Is The New Claude AI the End of The Digital Gig Economy?
Anthropic has recently introduced a new model (New Claude Sonnet 3.5) along with a new feature called Computer Use, which I have reported on in previous blog posts. Those of us who have had the chance to try out this new technology may have already realised that we are talking about a whole new level of autonomy that I believe will reshuffle many parts of the economy.
The technology is so fundamental that Claude himself refused to analyse articles on the subject because of the “danger” involved. You can try it yourself.
Here is a non-technical summary of computer use.
And if you are interested in the technical details of Claude API, I suggest you have a look at Claude’s official documentation:
https://docs.anthropic.com/en/docs/build-with-claude/computer-use
And if you want to try it out, you can also read my previous blog post on the same topic.
About the Digital Gig Economy
One of the tasks that Claude Computer Use is probably designed for is the typical tasks that we might associate with the digital gig economy that people do with their computers on a daily basis, mostly involving click-and-point tasks, fill-in-the-blank and similar activities that are offered on Fiverr, Mechanical Turk and so on and that are well defined and specified.
In this blog post, I want to talk about the impact of computer use on this industry and see how far the new Claude can get given a typical task on Fiverr to test a web application.
That said, let’s dive in.
Here is the task:
Given an app that generates Google Forms using natural language, test it by generating a sample form and share your thoughts on the usability of the app.
Note that I have deliberately kept the prompt super short and imprecise to see how Claude interprets it and what assumptions and actions he will take.
Side note on the architecture of the experiment: The whole experiment runs in a Docker container, which you could scale to distribute the load across different subtasks.
Here is the original screenshot of the dialogue:
It opens the application in the browser:
It tries to log in, but finds that it needs the credentials, so it asks me to log in or provide the username/password.
I decided to log in and let it continue from there (don’t really want to share my credentials).
Starts the test all by himself:
Made some observations during the test:
And created a prompt to generate the Google Forms — again, no input from me:
Then it waited patiently for the results:
And finally observed and evaluated the results:
With questions, comments and suggestions for improvement:
Mission accomplished.
I was once again blown away by the level of autonomy and professionalism. The task, which was so unspecific, was completed and the result achieved in a matter of minutes while I was on a coffee break.
And the cost? Less than 1$
Evaluation
As you may have noticed, this was an open task that most agents I have seen over the years have failed. And as explained in previous articles, the core enabler is a whole new level of reasoning and vision capabilities in Claude Sonnet 3.5.
There are many scientific articles about this technology, but what really matters for business is simple:
What can this technology do now and at what cost.
What other tasks can Computer Use Execute Today?
The simple answer is: (almost) anything a human can do with a computer and a mouse. Of course, the data (and knowledge) must be available.
Fill out surveys, perform click and point tasks such as testing, data entry, etc. and much more.
Note, however, that Claude’s motor skills are still limited and slow. Tasks such as dragging and dropping, scrolling, etc., which skilled humans can do, will be far less effectively performed by a human robot like Claude than by a human.
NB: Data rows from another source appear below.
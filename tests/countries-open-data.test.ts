/**
 * Linking real open data nobody here wrote: the English country names of the registry package
 * `i18n-iso-countries` (official short names plus the alternatives it lists, e.g. "Korea,
 * Republic of", "USA", "The Gambia") linked to a table built from another registry package,
 * `world-countries` (its common and official names only, not its alternative spellings), with
 * the ISO 3166-1 alpha-2 code as gold. The baseline is what a practitioner writes by hand:
 * folded exact match of the name against the table's names.
 */
import { mkdtempSync, writeFileSync } from "node:fs";
import { createRequire } from "node:module";
import { tmpdir } from "node:os";
import { join } from "node:path";
import { beforeAll, describe, expect, it } from "vitest";
import { buildKb } from "../src/kb/build.js";
import { openKb } from "../src/kb/kb.js";
import { createLinker } from "../src/link/linker.js";
import { foldText } from "../src/normalize/fold.js";
import type { LinkRow } from "../src/types.js";

const require = createRequire(import.meta.url);
const iso = require("i18n-iso-countries") as {
  getNames(lang: string, o: { select: "all" }): Record<string, string[]>;
};
const world = require("world-countries") as Array<{
  cca2: string;
  area: number;
  name: { common: string; official: string };
}>;

const q = (s: string) => `"${s.replace(/"/g, '""')}"`;

interface Outcome {
  text: string;
  gold: string;
  row: LinkRow;
  baseline: string | null;
}

const outcomes: Outcome[] = [];

beforeAll(async () => {
  const dir = mkdtempSync(join(tmpdir(), "hawser-countries-"));
  const table = join(dir, "countries.csv");
  const lines = ["id,name,type,aliases,prior"];
  for (const c of world)
    lines.push([c.cca2, q(c.name.common), "country", q(c.name.official), Math.max(0, c.area)].join(","));
  writeFileSync(table, `${lines.join("\n")}\n`);
  await buildKb({ table, out: join(dir, "countries.kb") });
  const kb = openKb(join(dir, "countries.kb"));
  const linker = createLinker(kb);
  const exact = new Map<string, string | null>();
  for (const c of world) {
    for (const n of [c.name.common, c.name.official]) {
      const k = foldText(n);
      exact.set(k, exact.has(k) && exact.get(k) !== c.cca2 ? null : c.cca2);
    }
  }
  let i = 0;
  for (const [code, names] of Object.entries(iso.getNames("en", { select: "all" }))) {
    for (const text of names) {
      i++;
      outcomes.push({
        text,
        gold: code,
        row: linker.link({ id: `c${i}`, text, type: "GPE" }),
        baseline: exact.get(foldText(text)) ?? null,
      });
    }
  }
  kb.close();
});

describe("linking i18n-iso-countries names to a world-countries table", () => {
  it("beats the folded-exact baseline clearly, with few wrong links", () => {
    const n = outcomes.length;
    const ours = outcomes.filter((o) => o.row.entity === o.gold).length / n;
    const base = outcomes.filter((o) => o.baseline === o.gold).length / n;
    const wrong = outcomes.filter((o) => o.row.entity !== null && o.row.entity !== o.gold).length / n;
    console.log(
      `countries: ${n} names, hawser accuracy ${(100 * ours).toFixed(1)}%, folded-exact baseline ${(100 * base).toFixed(1)}%, wrong links ${(100 * wrong).toFixed(1)}%`,
    );
    expect(n).toBeGreaterThan(250);
    expect(ours).toBeGreaterThan(base + 0.04);
    expect(wrong).toBeLessThan(0.02);
  });

  it("reads catalogue inversions, leading articles and acronyms", () => {
    const byText = (t: string) => outcomes.find((o) => o.text === t);
    // Names as i18n-iso-countries spells them; the table only has world-countries' common/official names.
    expect(byText("Korea, Republic of")?.row.entity).toBe("KR");
    expect(byText("The Gambia")?.row.entity).toBe("GM");
    expect(byText("USA")?.row.entity).toBe("US");
    expect(byText("UK")?.row.entity).toBe("GB");
    expect(byText("USA")?.row.reasons.some((r) => r.code === "acronym")).toBe(true);
  });
});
But again, I don’t think Anthropic (and other followers) will stop here.
Where do we go from here?
As with any technology, there are many caveats and limitations that need to be considered before this technology can be implemented in production-ready solutions, even internally.
But it is only a matter of time.
Just to give you an idea of how fast we are moving, as a simple example, context length (the maximum amount of text you can feed an LLM Chat Window in a conversation) was around 4.000 tokens less than 2 years ago.
Now we are talking about 1 million (Gemini) and soon even 10 million Tokens.
What should the gig economy do?
I think GenAI in general is going to affect every single one of us sooner or later.
But I don’t like to talk about threats;
I prefer to see every disruption as an opportunity to evolve.
And it’s the same with GenAI.
And here is what I personally am doing to face this disruption:
Understand it
Learn it and
Use it in my domain and beyond.
It is an opportunity for us to become better at what we do, and to move on to levels that AI still cannot.